WASHINGTON—Electronic health-record vendors would have until Jan. 1, 2018, before facing stiff penalties for a lack of data-sharing in the newest version of the 21st Century Cures Act.
The addition is the latest to the smorgasbord of incentives, appropriations, deregulations and regulatory streamlining that make up the 21st Century Cures Act, a legislative package developed by the House Energy & Commerce Committee and intended to kick-start biomedical innovation.
The revised bill—released Wednesday morning—is difficult to digest in one sitting, and touches on many areas of controversy. For example, consumer advocates may be concerned by the restoration of exclusivity periods for drugs treating rare or pediatric diseases, which had drawn criticism in previous iterations of the bill.
But the most significant addition may be the tough interoperability provisions for EHR vendors, intended to ensure that there are no technical or economic barriers obstructing providers from sharing clinical data.
“(I am) still reviewing the details, but (am) pleased by the focus on information blocking and the teeth given those provisions,” said Dan Haley, vice president of government and regulatory affairs at Athenahealth, a cloud-based EHR firm that has campaigned for tougher interoperability provisions.
“(My) first take is that it's improved,” said Jeff Smith, senior policy adviser at the College of Healthcare Information Management Executives, though he cautioned it was too early to tell for sure.
The bill works on two tracks. After passage, HHS would be given $10 million to contract with a “charter organization” that would, in concert with the agency, develop metrics to assess the state of interoperability in the healthcare system. That would result in a public July 2016 report describing whether interoperability existed, and the capability of vendors' software to fulfill that mission.
Then, on Dec. 31, 2017, the agency would publish a follow-up report specifying whether given vendors' software was in compliance with certification requirements surrounding interoperability.

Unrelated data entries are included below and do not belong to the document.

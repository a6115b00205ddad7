package linesearch

import (
	"math"
	"strings"
)

// Function is one of MT's test functions: its name in this package (the
// derivative is Name+"Deriv") and the table of MT §5 that uses it.
type Function struct {
	Name  string
	Table int
	Phi   func(float64) float64
	Deriv func(float64) float64
	// Paper's constants for that table: sufficient decrease μ and
	// curvature η (MT §5; the per-table values as used by jlmelville/mize
	// tests/testthat/test_minfunc_wolfe.R, which reproduces Tables 1–6).
	Mu, Eta float64
}

// Functions lists MT's six test instances, in the paper's table order.
var Functions = []Function{
	{"ConcaveRight", 1, ConcaveRight, ConcaveRightDeriv, 0.001, 0.1},
	{"ConcaveLeft", 2, ConcaveLeft, ConcaveLeftDeriv, 0.1, 0.1},
	{"Plassmann", 3, Plassmann, PlassmannDeriv, 0.1, 0.1},
	{"YOK1", 4, YOK1, YOK1Deriv, 0.001, 0.001},
	{"YOK2", 5, YOK2, YOK2Deriv, 0.001, 0.001},
	{"YOK3", 6, YOK3, YOK3Deriv, 0.001, 0.001},
}

// InitialSteps are MT's first trials α₀ (MT §5, every table).
var InitialSteps = []float64{1e-3, 1e-1, 1e1, 1e3}

// Rules are the two step rules checked.
var Rules = []string{"wolfe", "strong-wolfe"}

// Constants is a named pair (c1, c2) of line-search constants.
type Constants struct {
	Label  string
	C1, C2 float64
}

// ConstantSets gives, for a function, the two sets of constants checked:
//
//   - "nw": c1 = 1e-4, c2 = 0.9, thalweg's defaults for a non-CG direction
//     (Nocedal & Wright 2006, §3.1);
//   - "mt": the paper's table constants where thalweg accepts them. thalweg
//     requires c1 < c2 (N&W's 0 < c1 < c2 < 1), while MT Tables 2–6 use
//     μ = η; there the paper's curvature constant η is kept (it is what
//     makes those tables hard) and c1 = η/10 is taken, a weaker sufficient
//     decrease than the paper's. Table 1's (0.001, 0.1) is used as is.
func ConstantSets(f Function) []Constants {
	mt := Constants{"mt", f.Mu, f.Eta}
	if !(mt.C1 < mt.C2) {
		mt.C1 = f.Eta / 10
	}
	return []Constants{{"nw", 1e-4, 0.9}, mt}
}

// Case is one generated minimizer: a function, a first trial α₀, a rule and
// a set of constants.
type Case struct {
	Function
	Alpha0 float64
	Rule   string
	Constants
}

// Cases crosses Functions, InitialSteps, Rules and ConstantSets.
func Cases() []Case {
	var cs []Case
	for _, f := range Functions {
		for _, k := range ConstantSets(f) {
			for _, rule := range Rules {
				for _, a := range InitialSteps {
					cs = append(cs, Case{f, a, rule, k})
				}
			}
		}
	}
	return cs
}

// Initial is the spec's step.initial: the first trial along d = −φ'(0) is
// initial·|φ'(0)| = α₀.
func (c Case) Initial() float64 {
	return c.Alpha0 / math.Abs(c.Deriv(0))
}

// Name is the generated minimizer's name, e.g. ConcaveRightStrongWolfeMTAlphaEm3.
func (c Case) Name() string {
	rule := map[string]string{"wolfe": "Wolfe", "strong-wolfe": "StrongWolfe"}[c.Rule]
	alpha := map[float64]string{1e-3: "Em3", 1e-1: "Em1", 1e1: "E1", 1e3: "E3"}[c.Alpha0]
	return c.Function.Name + rule + strings.ToUpper(c.Label) + "Alpha" + alpha
}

For vendors, the teeth of the bill grow in January 2018: that's when they would be required to attest that their software is in compliance with interoperability provisions. These include a lack of barriers to sharing information; financial information regarding the pricing of data transmission; application programming interfaces, which provide outside developers and users with a set of instructions for accessing EHR data; and satisfying HHS' request to allow for “everyday” data exchange.
Should vendors fail these tests, the threat of decertification looms: that is, the software would not be eligible for use in the government's EHR incentive program. Such an action would effectively deplete the market for that given software.
Critics have argued that such decertification would not merely hurt vendors, but the providers who rely on their software. A provider cannot use decertified software and qualify for the incentive program. Under the status quo, then, a provider would either have to take the Medicare payment penalty or switch EHRs at great expense.
The bill, however, gives HHS the authority to extend hardship exemptions to providers who are using decertified software. That exemption period must be at least one year, and can last up to five years, at the agency's discretion. The bill also overhauls patients' rights with regard to their health data, though the exact effects are unclear.
Patients “have the right to the entirety of the health information contained in the electronic health record,” the bill declares. But it doesn't follow up on the specific complaints of patient advocates, who have argued that such data is available—but with a time lag or exorbitant cost.
The bill also declares that healthcare providers do not need patients' consent to share data for their care, which many providers and software vendors had interpreted as necessary under the Health Insurance Portability and Accountability Act. An exception is made for certain conditions, such as psychiatric records, where regulations explicitly specify a need for patient consent.
Much of the bill is notable for what it's missing. For instance, Democrats and many outside experts say additional resources are needed for the FDA to shoulder new burdens built by the bill: for example, to perform some of the new programs related to biomarkers or breakthrough review. It doesn't appear that such additional appropriations are there, however.